§ Exercise: Copy every line from the records that holds the word "const".

Collected data entries

↓↓↓

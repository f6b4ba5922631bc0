import { useId, useState, type FormEvent } from 'react';
import { Button } from '../../../../components/ui/button';
import { fieldClass } from '../../../../components/ui/text-field';
import { useHydrated } from '../../hooks/use-hydrated';
import { isoToLocalInput, localInputToIso, localTimeZoneName } from '../../model/local-time';

interface ScheduleFormProps {
  /** The publish time already set, when rescheduling. */
  current: string | null;
  pending: boolean;
  onSchedule: (publishAt: string) => void;
}

/** A date and time in the reader's own time zone, sent as ISO with that zone's offset. */
export function ScheduleForm({ current, pending, onSchedule }: ScheduleFormProps) {
  const id = useId();
  const hydrated = useHydrated();
  // Null until typed into: the current time in the reader's zone is known only in the browser.
  const [typed, setValue] = useState<string | null>(null);
  const value = typed ?? (hydrated && current ? isoToLocalInput(current) : '');
  const [error, setError] = useState<string | null>(null);
  const zone = hydrated ? localTimeZoneName() : 'your local time';

  const submit = (event: FormEvent) => {
    event.preventDefault();
    const iso = localInputToIso(value);
    if (!iso) return setError('Choose a date and a time (a time skipped by a clock change does not exist).');
    if (new Date(iso).getTime() <= Date.now()) return setError('Choose a time in the future, or publish now.');
    setError(null);
    onSchedule(iso);
  };

  return (
    <form noValidate onSubmit={submit} className="flex flex-wrap items-end gap-3">
      <div className="min-w-0">
        <label htmlFor={`${id}-at`} className="block font-semibold text-ink">
          Publish on
        </label>
        <p id={`${id}-hint`} className="mt-0.5 text-[15px] text-slate">
          In your time zone, {zone}.
        </p>
        <input
          id={`${id}-at`}
          type="datetime-local"
          value={value}
          aria-invalid={error ? true : undefined}
          aria-describedby={`${id}-hint${error ? ` ${id}-error` : ''}`}
          className={`mt-1.5 ${fieldClass} max-w-64`}
          onChange={(e) => setValue(e.target.value)}
        />
      </div>
      <Button type="submit" variant="secondary" disabled={pending}>
        {current ? 'Change the time' : 'Schedule'}
      </Button>
      {error ? (
        <p id={`${id}-error`} className="w-full text-[15px] font-semibold text-oxide-2">
          {error}
        </p>
      ) : null}
    </form>
  );
}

↑↑↑

§ Exercise solution:
  const id = useId();
  const hydrated = useHydrated();
  const [typed, setValue] = useState<string | null>(null);
  const value = typed ?? (hydrated && current ? isoToLocalInput(current) : '');
  const [error, setError] = useState<string | null>(null);
  const zone = hydrated ? localTimeZoneName() : 'your local time';
  const submit = (event: FormEvent) => {
    const iso = localInputToIso(value);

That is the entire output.